Work task:
The entries that follow include a run beginning at the line with "status = form_ask(form, models, points_known, error);" and ending at the line with "cJSON_Delete(form.document);"; restate that run word for word and leave the rest out.

##### Data extract #####

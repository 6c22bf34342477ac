/* SPDX-License-Identifier: GPL-3.0-or-later */
#include "cli/convert.h"
#include "cli/form.h"

#include "base/error.h"

#include <stdlib.h>
#include <string.h>
#include <unistd.h>

enum { USUAL_POINTS = 8 };

static bool ends_in(const char *path, const char *end)
{
    size_t length = strlen(path), of_end = strlen(end);
    return length > of_end && strcmp(path + length - of_end, end) == 0;
}

static enum rf_status read_points(const char *text, size_t *n, struct rf_error *error)
{
    char *end;
    unsigned long number = strtoul(text, &end, 10);
    if (text[0] < '0' || text[0] > '9' || *end != '\0' || number < 1 || number > JOB_MAX_POINTS)
        return fail(error, RF_USAGE, "new: --points: found %s; needs a number from 1 to 200", text);
    *n = (size_t)number;
    return RF_OK;
}

static enum rf_status begin(const struct invocation *invocation, struct form *form,
                            struct rf_error *error)
{
    const char *points = option_value(invocation, "points");
    const char *list = option_value(invocation, "setups");
    form->document = cJSON_CreateObject();
    if (form->document == NULL ||
        cJSON_AddStringToObject(form->document, "format", "ringfettle-job/1") == NULL)
        return fail_memory(error);
    form->n_points = USUAL_POINTS;
    enum rf_status status =
        form_choose_setups(form, list != NULL ? list : "end_to_end,cross_ln,cross_le", error);
    if (status != RF_OK)
        return status;
    return points != NULL ? read_points(points, &form->n_points, error) : RF_OK;
}

static enum rf_status fill(const struct invocation *invocation, struct form *form,
                           struct rf_error *error)
{
    struct rf_models *models = NULL;
    bool points_known = option_value(invocation, "points") != NULL;
    bool asks = !points_known || option_value(invocation, "ask") != NULL;
    enum rf_status status = points_known ? form_lay_points(form, error) : RF_OK;
    if (status == RF_OK && points_known)
        status = form_save(form, error);
    if (status != RF_OK || !asks)
        return status;
    status = rf_models_load(option_value(invocation, "models"), RF_RATES_CONSULTED, &models, error);
    if (status == RF_OK)
        status = form_ask(form, models, points_known, error);
    rf_models_destroy(models);
    return status;
}

static enum rf_class run(const struct invocation *invocation)
{
    struct rf_error error;
    struct form form = {.path = invocation->operands[0]};
    if (!read_style(invocation, &form.style))
        return RF_CLASS_INPUT;
    if (form.style.separator == '\0')
        form.style.separator = form.style.decimal == ',' ? ';' : ',';
    if (form.style.decimal == '\0')
        form.style.decimal = '.';
    form.as_json = ends_in(form.path, ".json");
    if (access(form.path, F_OK) == 0)
        return complain_usage(invocation->command,
                              "%s is there already; needs the name of a new "
                              "file",
                              form.path);
    enum rf_status status = begin(invocation, &form, &error);
    if (status == RF_OK)
        status = fill(invocation, &form, &error);
    file_release(form.hold);
    cJSON_Delete(form.document);
    return status == RF_OK ? RF_CLASS_DONE : complain_of(&error);
}

const struct command command_new = {
    .name = "new",
    .summary = "begin a job: a sheet to fill in, or questions to answer",
    .operands = "FILE",
    .about =
        "With --points, writes FILE for a ring of so many points with the set-ups wanted, ready to "
        "be filled in: a sheet, or JSON where the name ends in .json. Without, or with --ask, "
        "asks: how many points and spurs, lengths where known, then set-up by set-up and place by "
        "place in the order one walks. Enter skips a question or keeps its answer, - takes an "
        "answer away, b goes back, q stops. The file is saved after each answer. A reading that "
        "the ring as told and the readings before it do not lead one to expect is pointed out at "
        "once.\n\n"
        "FILE must be new.",
    .n_options = 6,
    .options = {{"points", "N", "points on the ring, P1 to PN"},
                {"setups", "LIST", "set-ups wanted (usual: end_to_end,cross_ln,cross_le)"},
                {"ask", NULL, "ask for the rest although --points is given"},
                {"separator", "NAME", "comma, semicolon or tab between the sheet's cells"},
                {"decimal", "NAME", "point or comma in the sheet's numbers"},
                {"models", "DIR", "take the models from DIR instead of those compiled in"}},
    .least = 1,
    .most = 1,
    .needs = "the name of the file to begin",
    .run = run,
};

#####

Task output:
        status = form_ask(form, models, points_known, error);
    rf_models_destroy(models);
    return status;
}

static enum rf_class run(const struct invocation *invocation)
{
    struct rf_error error;
    struct form form = {.path = invocation->operands[0]};
    if (!read_style(invocation, &form.style))
        return RF_CLASS_INPUT;
    if (form.style.separator == '\0')
        form.style.separator = form.style.decimal == ',' ? ';' : ',';
    if (form.style.decimal == '\0')
        form.style.decimal = '.';
    form.as_json = ends_in(form.path, ".json");
    if (access(form.path, F_OK) == 0)
        return complain_usage(invocation->command,
                              "%s is there already; needs the name of a new "
                              "file",
                              form.path);
    enum rf_status status = begin(invocation, &form, &error);
    if (status == RF_OK)
        status = fill(invocation, &form, &error);
    file_release(form.hold);
    cJSON_Delete(form.document);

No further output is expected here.